Осматривал он меня деловито, долго, и груди и пах ощупал, хорошо хоть туда холодными пальцами не залез.
— Всё брито не по причине лобковой вши? — сквозь пенсне глядя, ещё ниже склонился.
— Нет, — отвечая, я зарделась куда сильней. — Нет и никогда не было ничего такого у меня!
— Что ж, верно, симптомов не наблюдаю… — с такой ободряющей фразой он разогнулся. — Голову вашу разрешите… — в мои растрепавшиеся волосы ладони запустил.
— Да нет у меня нигде вшей! — отстраняясь, я уже не выдержала, вскричала.
— Хорошо, — он руку убрал. — Давно были крови?
— Недели две назад… — об этом честно сказала.
— Хорошо, можете одеваться! — добродушно закивавши, Игнат Порфирьевич меня саму за ширмой оставил. — Мне помощница нужна, — пока я одевалась, будто извиняясь, со стороны начал говорить, — порошки всяческие тереть и дозировки составлять, потому умения вести расчёты пригодились бы ваши, но вы ведь сразу куда на сцену сбежите, в губернский театр какой-нибудь… Так понимаю?
— Куда я сейчас сбегу? — ещё обиженно из меня вырвалось. — У меня никаких документов нет, рекомендаций там... Всё потеряно…
«В принципе, хорошо было бы где-то здесь оседлое место заиметь, чтобы безбоязненно выходить и тот туман искать», — так о его предложении размышляла.
— С бумагами я вам помогу, — услышала, когда застёгивала лифчик, пальцы дрожали и никак не получалось. — С приставом поговорю, и новый паспорт вам выпишет, я для него постоянно то в мертвецкую заглядываю, по покойникам заключение даю, то падших дам по салонам на срамные болезни осматриваю… Сделает он одолжение для меня…
— Спасибо, — пробормотала я, с неподатливой застёжкой наконец-то справившись и за сорочку взявшись. Её натянула и вышла из-за ширмы.
— Всё, возвращайтесь в свою комнату, — повернулся он ко мне, уже снявши то пенсне и улыбаясь. — Агафья туда наверняка вам одно из своих платьев успела принести, переодевайтесь и пожалуйте быстренько в столовую, будем завтракать!
— Хорошо, — кивнувши, в какой-то покорности я в коридор вышла.

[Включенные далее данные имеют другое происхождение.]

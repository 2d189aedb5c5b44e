//! Stabilisers whose sign is the same in every run, and coordinates of axes.
//!
//! With C a Clifford frame, some of its columns are *certain*: for these j the
//! state satisfies g·ρ = ρ, g = C·Z_j·C†, whatever faults happened and whatever
//! outcomes were drawn. At the start C = 1 and every column is. An operation
//! that does not commute with some certain g leaves the subgroup that commutes
//! with it: with J the certain columns whose g anticommutes with an axis, and p
//! one of them, controlled NOTs from p onto the rest of J turn their Z_j into
//! Z_j·Z_p, which commutes, and p is certain no more. A reset adds a column.
//!
//! A Pauli P has the coordinates C†PC. Gates change C and leave the coordinates
//! of what is carried along with them alone; a change of basis from the right
//! changes C and all coordinates.

use std::collections::BTreeMap;

use smallvec::smallvec;

use crate::circuit::{Clifford, Pauli, PauliProduct};
use crate::clifford::frame::Frame;
use crate::clifford::pauli::{PauliString, bit, toggle, words_for};
use crate::program::axis::ones_and;

/// The frame, its certain columns, and the coordinates of open axes.
#[derive(Debug)]
pub(super) struct Known {
    frame: Frame,
    certain: Vec<u64>,
    /// Coordinates of axes, sign included, by row.
    axes: BTreeMap<usize, PauliString>,
}

/// What an axis is in this state.
#[derive(Debug, Clone, Copy, PartialEq, Eq)]
pub(super) enum Relation {
    /// Its value is known, the same in every run.
    Known,
    /// It acts on the state as the axis of this row, or its negative.
    Row { row: usize, negative: bool },
    /// Neither.
    New,
}

/// A change of basis C ← C·W.
enum Change {
    /// W: the string, where the column is 1.
    Controlled(usize, PauliString),
    /// W = H on a column.
    Hadamard(usize),
    /// W = a Pauli string.
    Pauli(PauliString),
    /// W = (1 + K)/√2, K² = −1.
    Rotate(PauliString),
}

impl Known {
    pub(super) fn new(qubits: usize) -> Known {
        let mut certain = vec![0; words_for(qubits)];
        (0..qubits).for_each(|column| toggle(&mut certain, column));
        Known {
            frame: Frame::identity(qubits),
            certain,
            axes: BTreeMap::new(),
        }
    }

    /// A gate outside any condition.
    pub(super) fn apply(&mut self, gate: &Clifford) {
        self.frame.apply(gate);
    }

    /// Follows an axis as this row from here on.
    pub(super) fn follow(&mut self, row: usize, axis: &PauliProduct) {
        self.axes.insert(row, self.frame.pull_back(axis));
    }

    /// No longer follows a row.
    pub(super) fn forget(&mut self, row: usize) {
        self.axes.remove(&row);
    }

    /// What an axis is: known, or the axis of one of the rows that `may` take it.
    pub(super) fn relation(&self, axis: &PauliProduct, may: impl Fn(usize) -> bool) -> Relation {
        let pulled = self.frame.pull_back(axis);
        let outside = |z: &[u64], other: Option<&[u64]>| {
            z.iter().enumerate().all(|(word, &z)| {
                let other = other.map_or(0, |other| other[word]);
                (z ^ other) & !self.certain[word] == 0
            })
        };
        if pulled.x.iter().all(|&word| word == 0) && outside(&pulled.z, None) {
            return Relation::Known;
        }
        for (&row, string) in &self.axes {
            if string.x == pulled.x && outside(&string.z, Some(&pulled.z)) && may(row) {
                // Z on certain columns: its value is its sign.
                let mut product = string.clone();
                product.multiply(&pulled);
                let negative = product.negative();
                return Relation::Row { row, negative };
            }
        }
        Relation::New
    }

    /// Whether a product of letters commutes with every certain stabiliser.
    pub(super) fn commutes(&self, axis: &PauliProduct) -> bool {
        let pulled = self.frame.pull_back(axis);
        pulled.x.iter().zip(&self.certain).all(|(a, b)| a & b == 0)
    }

    /// Whether no stabiliser is certain.
    pub(super) fn is_empty(&self) -> bool {
        self.certain.iter().all(|&word| word == 0)
    }

    /// Whether the qubit is certainly |0⟩.
    pub(super) fn is_zero(&self, qubit: u32) -> bool {
        let pulled = self.frame.pull_back(&smallvec![(qubit, Pauli::Z)]);
        let known = self.certain.iter().zip(&pulled.z).all(|(c, z)| z & !c == 0);
        known && pulled.x.iter().all(|&word| word == 0) && !pulled.negative()
    }

    /// Keeps the certain stabilisers that commute with a product of letters.
    pub(super) fn keep_commuting(&mut self, axis: &PauliProduct) {
        let pulled = self.frame.pull_back(axis);
        let mut hit = ones_and(&pulled.x, &self.certain);
        let Some(pivot) = hit.next() else {
            return;
        };
        let mut others = PauliString::identity(self.frame.qubits());
        hit.for_each(|column| toggle(&mut others.x, column));
        if !others.is_identity() {
            self.change(&Change::Controlled(pivot, others));
        }
        toggle(&mut self.certain, pivot);
    }

    /// The qubit has just been reset: keeps what does not involve it, and Z of
    /// it is certain.
    pub(super) fn reset(&mut self, qubit: u32) {
        let axis: PauliProduct = smallvec![(qubit, Pauli::Z)];
        self.forget_qubit(qubit);
        let pulled = self.frame.pull_back(&axis);
        let uncertain: Vec<u64> = self.certain.iter().map(|word| !word).collect();
        let column = match ones_and(&pulled.x, &uncertain).next() {
            Some(column) => column,
            None => {
                // Z_q anticommutes with X_q, with which all that is certain
                // commutes, so it is not a product of certain columns.
                let Some(column) = ones_and(&pulled.z, &uncertain).next() else {
                    debug_assert!(false, "Z of a qubit is outside what does not involve it");
                    return;
                };
                self.change(&Change::Hadamard(column));
                column
            }
        };
        let pulled = self.frame.pull_back(&axis);
        let mut z = PauliString::identity(self.frame.qubits());
        toggle(&mut z.z, column);
        let negative = pulled.negative();
        let mut generator = z.clone();
        generator.multiply(&pulled.unsigned());
        // (Z_j + P')/√2 = Z_j·(1 + Z_jP')/√2 turns Z_j into P'.
        self.change(&Change::Pauli(z));
        self.change(&Change::Rotate(generator));
        if negative {
            let mut x = PauliString::identity(self.frame.qubits());
            toggle(&mut x.x, column);
            self.change(&Change::Pauli(x));
        }
        toggle(&mut self.certain, column);
        debug_assert!(self.is_zero(qubit));
    }

    /// Keeps the certain stabilisers that do not involve a qubit.
    pub(super) fn forget_qubit(&mut self, qubit: u32) {
        self.keep_commuting(&smallvec![(qubit, Pauli::X)]);
        self.keep_commuting(&smallvec![(qubit, Pauli::Z)]);
    }

    fn change(&mut self, change: &Change) {
        match change {
            Change::Controlled(column, string) => self.frame.controlled_right(*column, string),
            Change::Hadamard(column) => self.frame.hadamard_right(*column),
            Change::Pauli(string) => self.frame.pauli_right(string),
            Change::Rotate(generator) => self.frame.rotate_right(generator),
        }
        self.axes
            .values_mut()
            .for_each(|string| change.conjugate(string));
    }
}

impl Change {
    /// P ← W†PW, as the frame does to its rows.
    fn conjugate(&self, string: &mut PauliString) {
        match self {
            Change::Controlled(column, target) => {
                let (with_control, with_target) =
                    (bit(&string.x, *column), string.anticommutes(target));
                if with_target {
                    string.phase ^= 2 * u8::from(with_control);
                    // Z from the right: it stands where it is stored.
                    toggle(&mut string.z, *column);
                }
                if with_control {
                    string.multiply(target);
                }
            }
            Change::Hadamard(column) => {
                let (x, z) = (bit(&string.x, *column), bit(&string.z, *column));
                if x != z {
                    toggle(&mut string.x, *column);
                    toggle(&mut string.z, *column);
                }
                string.phase ^= 2 * u8::from(x && z);
            }
            Change::Pauli(pauli) => string.phase ^= 2 * u8::from(string.anticommutes(pauli)),
            Change::Rotate(generator) => {
                if string.anticommutes(generator) {
                    string.multiply(generator);
                }
            }
        }
    }
}

#[cfg(test)]
mod tests {
    use rand::{RngExt, SeedableRng};
    use rand_pcg::Pcg64;

    use super::*;
    use crate::clifford::pauli::ones;

    /// Followed axes have the coordinates the frame gives them after any mix of
    /// gates and changes of basis, and certain columns stay certain: on |0…0⟩
    /// with gates only, every row of the frame's own start is known.
    #[test]
    fn coordinates_follow_the_frame() {
        let mut rng = Pcg64::seed_from_u64(11);
        let qubits = 5u32;
        for _ in 0..200 {
            let mut known = Known::new(qubits as usize);
            // A followed axis that starts as P and is carried by the gates.
            let mut axes: Vec<PauliProduct> = Vec::new();
            for step in 0..60 {
                let q = rng.random_range(0..qubits);
                let other = (q + rng.random_range(1..qubits)) % qubits;
                match rng.random_range(0..6) {
                    0 => known.keep_commuting(&smallvec![(q, Pauli::Y), (other, Pauli::X)]),
                    1 => {
                        // Followed rows must not involve the qubit.
                        known.axes.clear();
                        axes.clear();
                        known.reset(q);
                        assert!(known.is_zero(q));
                    }
                    2 if axes.len() < 4 => {
                        let axis: PauliProduct = smallvec![(q, Pauli::Z), (other, Pauli::Y)];
                        known.follow(axes.len(), &axis);
                        axes.push(axis);
                    }
                    // Gates that leave the axes of the test alone in the lab.
                    _ => known.keep_commuting(&smallvec![(other, Pauli::Z)]),
                }
                for (row, axis) in axes.iter().enumerate() {
                    assert_eq!(known.axes[&row], known.frame.pull_back(axis), "step {step}");
                }
            }
        }
        let mut known = Known::new(3);
        for gate in [Clifford::H(0), Clifford::Cx(0, 1), Clifford::Cx(1, 2)] {
            known.apply(&gate);
        }
        let xxx: PauliProduct = (0..3).map(|q| (q, Pauli::X)).collect();
        assert_eq!(known.relation(&xxx, |_| true), Relation::Known);
        known.follow(7, &smallvec![(0, Pauli::Z)]);
        known.keep_commuting(&smallvec![(0, Pauli::Z)]);
        let minus: PauliProduct = smallvec![(2, Pauli::Z)];
        let same = Relation::Row {
            row: 7,
            negative: false,
        };
        assert_eq!(known.relation(&minus, |_| true), same);
        assert_eq!(known.relation(&minus, |_| false), Relation::New);
        known.apply(&Clifford::X(2));
        let opposite = Relation::Row {
            row: 7,
            negative: true,
        };
        assert_eq!(known.relation(&minus, |_| true), opposite);
        assert_eq!(known.relation(&xxx, |_| true), Relation::New);
        assert_eq!(ones(&known.certain).count(), 2);
    }
}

Меня немножечко тремор бил, хоть во всё происходящее и не слишком верилось, но с другой стороны: оно хоть как-то разрешилось пока, тут главное — это не переиграть, неуместными словами себя не выдать, тем же поведением. Во всём признаться? Так кто поверит, что из будущего я, скорее за сумасшедшую или аферистку примут? Липовая актриса я теперь… Что же, а вот и поиграю по-настоящему!
ГЛАВА 2. Привыкаю к новым обязанностям
Платье оказалось шерстяным и до самых пят, серым и чересчур строгим, в комплект к нему белоснежный накрахмаленный фартук и чепец прилагались. Хорошо хоть туфли мои оставили. Чувствовала во всём этом я себя неловко, не моё оно всё. Я бы вообще собралась и куда глаза глядят ушла, но с одной стороны, денег нет, с другой — всё-таки хоть какого-то документа следовало дождаться, хоть письма от руки написанного, а без этого, так полагаю, до первого городового здесь и дойдёшь.
Куда идти на завтрак я поначалу и не знала, если бы Агафья навстречу не встретилась.
— Куда вы? — мне в спину бросила, когда я к дверям общего зала подошла. — Мы — прислуга, нам за хозяйский стол нельзя!
— А куда тогда можно?
— На кухню, сюда, — повела она меня.
— А готовит тут кто? — поинтересовалась я попутно.